### Action item
Lines holding the word "formatNumber" are the ones to copy from the data below.
(Beginning of Records to process)
/// A lathe with its change gears and how to search them.
#[derive(Debug, Clone, PartialEq)]
pub struct Lathe {
    /// The drive from spindle to leadscrew.
    pub machine: Machine,
    /// The change gears on hand (or to be cut).
    pub pool: Pool,
    /// Banjo geometry to check setups against; `None` checks ratios only.
    pub banjo: Option<Banjo>,
    /// Stage counts allowed (1 is a simple train through an idler).
    pub stages: IntRange,
    /// Relative pitch tolerance `|pitch cut / pitch − 1| ≤ T`, `0 ≤ T ≤` [`MAX_TOLERANCE`].
    pub tolerance: Ratio,
    /// How many setups to list (all are counted).
    pub limit: usize,
    /// What else is known of the machine: its name, guard, tumbler reverse, thread dial.
    pub equipment: Equipment,
    /// Gears that may be bought beyond those on hand (set with [`Lathe::buying`]).
    pub buy: Option<Purchase>,
}

/// What a lathe file may say of a machine beyond its drive and gears.
#[derive(Debug, Clone, PartialEq, Default)]
pub struct Equipment {
    /// What the machine is called.
    pub name: Option<String>,
    /// The largest gear the guard closes over, teeth; larger gears are left out of the search.
    pub largest_teeth: Option<u32>,
    /// Tooth counts left out because the guard does not close over them, ascending.
    pub left_out: Vec<u32>,
    /// Whether the hand of the thread is set by a tumbler reverse (`None`: not said).
    pub tumbler_reverse: Option<bool>,
    /// The thread dial, when one is described.
    pub dial: Option<Dial>,
}

impl Lathe {
    /// Check the parts against each other.
    pub fn new(
        machine: Machine,
        pool: Pool,
        banjo: Option<Banjo>,
        stages: IntRange,
        tolerance: Ratio,
        limit: usize,
    ) -> Result<Lathe> {
        if tolerance > MAX_TOLERANCE {
            return Err(Error::value(
                Quantity::Tolerance,
                "a pitch tolerance above 10% cuts a different thread; give 0 (exact) up to 10%",
            ));
        }
        if limit == 0 {
            return Err(Error::value(Quantity::Limit, "list at least one setup"));
        }
        // Problem::new checks the stage range; check it here too so the error comes early.
        let probe = Target::exact("1", Ratio::integer(1), Ratio::integer(0));
        Problem::new(probe, pool.clone(), stages, StageLimits::default(), None, DEFAULT_RANK.to_vec(), 1)?;
        Ok(Lathe {
            machine,
            pool,
            banjo,
            stages,
            tolerance,
            limit,
            equipment: Equipment::default(),
            buy: None,
        })
    }

    /// The lathe with `equipment`: gears larger than the guard allows are left out (and listed
    /// in [`Equipment::left_out`]). Errors name [`Quantity::Lathe`] when no two gears that mesh
    /// are left.
    pub fn equipped(mut self, mut equipment: Equipment) -> Result<Lathe> {
        if let Some(largest) = equipment.largest_teeth {
            let mut left_out: Vec<u32> =
                self.pool.gears.iter().filter(|g| g.teeth > largest).map(|g| g.teeth).collect();
            left_out.sort_unstable();
            left_out.dedup();
            self.pool.gears.retain(|g| g.teeth <= largest);
            let gears = &self.pool.gears;
            let can_mesh =
                gears.iter().any(|a| gears.iter().any(|b| a.group == b.group && a.teeth != b.teeth));
            if !can_mesh {
                return Err(Error::value(
                    Quantity::Lathe,
                    format!(
                        "the guard closes over gears of at most {largest} teeth, and no two of the gears \
                         left can mesh"
                    ),
                ));
            }
            equipment.left_out = left_out;
        }
        self.equipment = equipment;
        Ok(self)
    }

    /// The lathe with gears that may be bought: setups may use up to [`Purchase::most`] gears
    /// not on hand, each setup says which, and fewer to buy rank first. Call after
    /// [`Lathe::equipped`]: the purchase adds to the gears left on hand, and a gear larger than
    /// the guard allows cannot be bought (errors name [`Quantity::BuyTeeth`]). An idler comes
    /// from the gears on hand when one serves, else it may be bought within the budget, and
    /// then it is named among the gears to buy.
    pub fn buying(mut self, purchase: Purchase) -> Result<Lathe> {
        if purchase.on_hand != self.pool {
            return Err(Error::problem("gears to buy must be added to the lathe's gears on hand"));
        }
        if let Some(largest) = self.equipment.largest_teeth.filter(|&z| purchase.teeth.hi > z) {
            return Err(Error::value(
                Quantity::BuyTeeth,
                format!(
                    "the guard closes over gears of at most {largest} teeth, so a gear of {} cannot be used; \
                     give at most {largest}",
                    purchase.teeth.hi
                ),
            ));
        }
        self.buy = Some(purchase);
        Ok(self)
    }

    /// Spindle turns per leadscrew turn of a train of ratio `train` through `position`, exact
    /// unless it outgrows 64-bit parts.
    pub fn spindle_per_leadscrew(&self, train: Ratio, position: Option<&GearboxPosition>) -> Exact {
        let g = position.map_or(Ratio::integer(1), |p| p.ratio);
        Exact::of(self.machine.stud_ratio).times(Exact::of(train)).times(Exact::of(g))
    }
}
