/// Five stages over a range where several primes play alike (13, 17, 19 and 23 are each carried
/// only by a gear of their own teeth), so the factor engine's classes of `k` stand for many `k`
/// each, with a prime repeated or several of a class together: held to the sieve, which walks
/// the stages.
#[test]
fn factor_engine_agrees_with_the_sieve_on_five_stages_where_primes_play_alike() {
    for ratio in ["1", "23/19", "26/17"] {
        let pool = Pool::to_cut(IntRange { lo: 10, hi: 24 }, 1.0, 20.0, None).unwrap();
        let target = Target::parse(ratio, "0").unwrap();
        let p = Problem::new(
            target,
            pool,
            IntRange { lo: 5, hi: 5 },
            StageLimits::default(),
            None,
            DEFAULT_RANK.to_vec(),
            20,
        )
        .unwrap();
        let sieve = run(&p, EngineChoice::Sieve);
        assert!(sieve.count > 1000, "{ratio}: {}", sieve.count);
        assert_eq!(run(&p, EngineChoice::Auto), sieve, "{ratio}");
    }
}

/// The factor engine against the sieve, an engine that finds each train by walking stages, on
/// four stages over a range too wide for the exhaustive reference in a test.
#[test]
fn factor_engine_agrees_with_the_sieve_on_four_stages() {
    for (ratio, rank) in
        [("7/5", DEFAULT_RANK.to_vec()), ("37/30", vec![RankKey::Span]), ("1", vec![RankKey::Error])]
    {
        let pool = Pool::to_cut(IntRange { lo: 12, hi: 40 }, 1.0, 20.0, None).unwrap();
        let target = Target::parse(ratio, "0").unwrap();
        let p = Problem::new(target, pool, IntRange { lo: 4, hi: 4 }, StageLimits::default(), None, rank, 20)
            .unwrap();
        let sieve = run(&p, EngineChoice::Sieve);
        assert!(sieve.count > 1000, "{ratio}: {}", sieve.count);
        assert_eq!(run(&p, EngineChoice::Auto), sieve, "{ratio}");
    }
}

/// Four-stage trains of `lo..=hi` teeth hitting `p/q` exactly, counted by a route that shares
/// nothing with the factor engine: stage ratios folded into distinct reduced values with
/// multiplicities, ordered stage 4-tuples from a convolution of value-pair products, and
/// Burnside's lemma (cycle index of S₄) with its repeat terms taken from the value table.
fn four_stage_count_by_value_pairs(lo: u64, hi: u64, p: u64, q: u64) -> u128 {
    use std::collections::HashMap;
    fn gcd(a: u64, b: u64) -> u64 {
        if b == 0 {
            a
        } else {
            gcd(b, a % b)
        }
    }
    let reduce = |n: u64, d: u64| {
        let g = gcd(n, d);
        (n / g, d / g)
    };
    let mut values: HashMap<(u64, u64), u128> = HashMap::new();
    for driver in lo..=hi {
        for driven in (lo..=hi).filter(|&d| d != driver) {
            *values.entry(reduce(driven, driver)).or_default() += 1;
        }
    }
    let mut pairs: HashMap<(u64, u64), u128> = HashMap::new();
    for (&(a, b), &ma) in &values {
        for (&(c, d), &mc) in &values {
            *pairs.entry(reduce(a * c, b * d)).or_default() += ma * mc;
        }
    }
    let get = |map: &HashMap<(u64, u64), u128>, n: u64, d: u64| map.get(&reduce(n, d)).copied().unwrap_or(0);
    let isqrt = |x: u64| (0..=x).find(|r| r * r >= x).filter(|r| r * r == x);
    // Identity: any four stages in order. (x)(y z w)… cycle types: [2,1,1], [2,2], [3,1], [4].
    let f1111: u128 = pairs.iter().map(|(&(n, d), &c)| c * get(&pairs, p * d, q * n)).sum();
    let (mut f211, mut f22, mut f31, mut f4) = (0u128, 0u128, 0u128, 0u128);
    for (&(a, b), &m) in &values {
        f211 += m * get(&pairs, p * b * b, q * a * a);
        f31 += m * get(&values, p * b * b * b, q * a * a * a);
        f4 += m * (a.pow(4) * q == b.pow(4) * p) as u128;
        let (n, d) = reduce(p * b * b, q * a * a);
        if let (Some(rn), Some(rd)) = (isqrt(n), isqrt(d)) {
            f22 += m * get(&values, rn, rd);
        }
    }
    let sum = f1111 + 6 * f211 + 3 * f22 + 8 * f31 + 6 * f4;
    assert_eq!(sum % 24, 0);
    sum / 24
}
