import { ApiRequestError } from '../lib/apiFetch';

function waitPhrase(seconds: number): string {
  if (seconds < 60) return `${seconds} second${seconds === 1 ? '' : 's'}`;
  const minutes = Math.ceil(seconds / 60);
  return `${minutes} minute${minutes === 1 ? '' : 's'}`;
}

/**
 * The general message of a failed submit, announced when it appears. Field messages are
 * shown beside their fields; this says what went wrong overall (or that fields need a look).
 */
export function FormAlert({ error }: { error: unknown }) {
  if (error === null || error === undefined) return null;
  const message = error instanceof Error ? error.message : 'Something went wrong. Try again.';
  const retry =
    error instanceof ApiRequestError && error.status === 429 && error.retryAfterSeconds !== undefined
      ? ` You can try again in ${waitPhrase(error.retryAfterSeconds)}.`
      : '';
  return (
    <div
      role="alert"
      className="rounded-seed border-l-4 border-danger-700 bg-danger-50 px-4 py-3 text-sm text-danger-700"
    >
      <p className="font-medium">
        {message}
        {retry}
      </p>
    </div>
  );
}
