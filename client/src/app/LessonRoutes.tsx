import { useMemo } from 'react';
import { useProfiles } from '../features/profiles/api';
import { EditLessonPage, NewLessonPage } from '../features/lessons/LessonPages';
import type { ProfileOption } from '../features/lessons/LessonBuilder';
import { LoadingNotice } from '../shared/components/Notice';
import { useCurrentWorkspace } from '../shared/lib/currentWorkspace';

/*
 * The lesson builder offers the workspace's species profiles (its own and the built-in
 * ones). They come from the profiles feature, so the two meet here; if the list fails,
 * the builder still opens, offering no profile.
 */
function useProfileOptions(): ProfileOption[] | null {
  const workspace = useCurrentWorkspace();
  const profiles = useProfiles(workspace.id);
  return useMemo(() => {
    if (profiles.isPending) return null;
    return (profiles.data ?? []).map((p) => ({ id: p.id, name: p.name }));
  }, [profiles.isPending, profiles.data]);
}

export function NewLessonRoute() {
  const profiles = useProfileOptions();
  return profiles ? <NewLessonPage profiles={profiles} /> : <LoadingNotice>Loading…</LoadingNotice>;
}

export function EditLessonRoute() {
  const profiles = useProfileOptions();
  return profiles ? (
    <EditLessonPage profiles={profiles} />
  ) : (
    <LoadingNotice>Loading the lesson…</LoadingNotice>
  );
}
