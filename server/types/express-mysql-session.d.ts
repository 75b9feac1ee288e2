// express-mysql-session ships no types; this is the part of its API Seedwake uses.
declare module 'express-mysql-session' {
  import type { Store } from 'express-session';
  interface MySQLStoreOptions {
    createDatabaseTable?: boolean;
    clearExpired?: boolean;
    checkExpirationInterval?: number;
    endConnectionOnClose?: boolean;
  }
  interface MySQLStore extends Store {
    close(): Promise<void>;
  }
  type MySQLStoreClass = new (options: MySQLStoreOptions, connection?: unknown) => MySQLStore;
  export default function factory(session: unknown): MySQLStoreClass;
}
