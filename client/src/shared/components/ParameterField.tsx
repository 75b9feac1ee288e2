import { useId, type ReactNode } from 'react';
import { parameterCatalogue, rangeText, type ParameterKey } from '../../../../shared/scenario/parameters';
import { formatNumber, shownParameter, shownText, typedDraft, type NumberDraft } from '../lib/parameterDraft';
import { useUnits } from '../lib/units';

type SourceNote = { value: string; onChange: (value: string) => void; error?: string };

type ParameterFieldProps = {
  parameter: ParameterKey;
  draft: NumberDraft;
  onChange: (draft: NumberDraft) => void;
  /** Replaces the catalogue label, e.g. "Age class 2" inside a list. */
  label?: string;
  /** Replaces the catalogue meaning where a step kind gives the value a narrower sense. */
  meaning?: ReactNode;
  error?: string;
  optional?: boolean;
  /** The person's own note on where the value came from ("from our 2025 soil cores"). */
  source?: SourceNote;
  /** Shows the value as text, with its meaning, range and default, but no input. */
  readOnly?: boolean;
  /** A source note recorded with a read-only value. */
  readOnlySource?: string;
  /** Shown in place of the catalogue unit where the person names it (a rate's unit from the label). */
  unit?: string;
};

/**
 * One numeric parameter with everything a person needs to judge it beside the input:
 * what it means, its unit, the valid range and the default with where it came from, all
 * from the parameter catalogue and converted to the chosen unit system.
 */
export function ParameterField({
  parameter,
  draft,
  onChange,
  label,
  meaning,
  error,
  optional = false,
  source,
  readOnly = false,
  readOnlySource,
  unit,
}: ParameterFieldProps) {
  const id = useId();
  const { system } = useUnits();
  const p = parameterCatalogue[parameter];
  const converted = shownParameter(p, system);
  const shown = unit ? { ...converted, unit } : converted;
  const text = shownText(parameter, draft, system);
  // The catalogue words its meanings in metric; in US units they speak of ft² and acres.
  const said =
    converted.unit === p.unit
      ? p.meaning
      : p.meaning.replace(/\bm²/g, 'ft²').replace(/\bper ha\b/g, 'per acre');
  const meaningId = `${id}-meaning`;
  const rangeId = `${id}-range`;
  const errorId = `${id}-error`;
  const invalid = error !== undefined;
  const defaultText =
    shown.default === null
      ? 'no default'
      : // A converted default is rounded to four significant figures; a metric one is shown as catalogued.
        `default ${formatNumber(converted === p ? shown.default : Number(shown.default.toPrecision(4)), 6)}${
          p.defaultSource === 'illustrative' ? ' (illustrative)' : ''
        }`;

  return (
    <div className="grid gap-x-6 gap-y-2 border-t border-silt-200 py-4 first:border-t-0 first:pt-0 md:grid-cols-[minmax(0,1fr)_15rem]">
      <div className="flex flex-col gap-1">
        {readOnly ? (
          <p className="font-medium text-humus-900" id={`${id}-label`}>
            {label ?? p.label}
          </p>
        ) : (
          <label htmlFor={id} className="font-medium text-humus-900">
            {label ?? p.label}
            {optional ? <span className="font-normal text-loam-600"> (optional)</span> : null}
          </label>
        )}
        <p id={meaningId} className="text-sm text-loam-700">
          {meaning ?? said}
        </p>
        <p id={rangeId} className="text-sm text-loam-700">
          <span className="font-medium text-humus-900">Valid</span> {rangeText(shown)} ·{' '}
          <span className="font-medium text-humus-900">{defaultText}</span>
          {p.defaultSource !== 'illustrative' ? (
            <span className="block text-xs text-loam-600">
              {p.default === null
                ? `No default: ${p.defaultSource.replace(/^none:\s*/, '')}`
                : `Default from ${p.defaultSource}`}
            </span>
          ) : null}
        </p>
        {'note' in p && p.note ? <p className="text-xs text-loam-600">{p.note}</p> : null}
      </div>
      <div className="flex flex-col gap-2">
        {readOnly ? (
          <p
            className="flex min-h-11 items-center justify-between rounded-seed bg-silt-100 px-3 py-2 font-medium"
            aria-labelledby={`${id}-label`}
          >
            <span>{text === '' ? '—' : text}</span>
            <span className="text-sm font-normal text-loam-700">{shown.unit}</span>
          </p>
        ) : (
          <div
            className={`flex items-stretch overflow-hidden rounded-seed border bg-white focus-within:border-humus-900 focus-within:outline-3 focus-within:outline-offset-2 focus-within:outline-clay-600 ${
              invalid ? 'border-danger-700 ring-1 ring-danger-700' : 'border-loam-400 hover:border-loam-600'
            }`}
          >
            <input
              id={id}
              name={parameter}
              type="text"
              inputMode="decimal"
              autoComplete="off"
              value={text}
              onChange={(event) => onChange(typedDraft(event.target.value, system))}
              aria-invalid={invalid}
              aria-describedby={`${meaningId} ${rangeId}${invalid ? ` ${errorId}` : ''}`}
              className="min-h-11 w-full min-w-0 bg-transparent px-3 py-2 text-right text-base tabular-nums focus-visible:outline-none"
            />
            <span className="flex shrink-0 items-center border-l border-silt-300 bg-silt-100 px-2 text-xs text-loam-700">
              {shown.unit}
            </span>
          </div>
        )}
        {error ? (
          <p id={errorId} className="flex items-start gap-1.5 text-sm font-medium text-danger-700">
            <span aria-hidden="true">✕</span>
            <span>{error}</span>
          </p>
        ) : null}
        {source ? (
          <SourceNoteInput label={`Source of “${label ?? p.label}”`} {...source} />
        ) : readOnlySource ? (
          <p className="text-sm text-loam-700">
            <span className="font-medium text-humus-900">Source:</span> {readOnlySource}
          </p>
        ) : null}
      </div>
    </div>
  );
}

/** A one-line note on where a value came from; optional, saved with the profile. */
export function SourceNoteInput({ label, value, onChange, error }: SourceNote & { label: string }) {
  const id = useId();
  return (
    <div className="flex flex-col gap-1">
      <label htmlFor={id} className="sr-only">
        {label}
      </label>
      <input
        id={id}
        type="text"
        value={value}
        maxLength={500}
        onChange={(event) => onChange(event.target.value)}
        placeholder="Your source, e.g. our 2025 soil cores"
        aria-invalid={error !== undefined}
        aria-describedby={error ? `${id}-error` : undefined}
        className="min-h-9 rounded-seed border border-dashed border-loam-400 bg-silt-50 px-2 py-1 text-sm placeholder:text-loam-600 hover:border-loam-600"
      />
      {error ? (
        <p id={`${id}-error`} className="text-sm font-medium text-danger-700">
          {error}
        </p>
      ) : null}
    </div>
  );
}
(End of Records to process)
### Exercise solution
import { formatNumber, shownParameter, shownText, typedDraft, type NumberDraft } from '../lib/parameterDraft';
        `default ${formatNumber(converted === p ? shown.default : Number(shown.default.toPrecision(4)), 6)}${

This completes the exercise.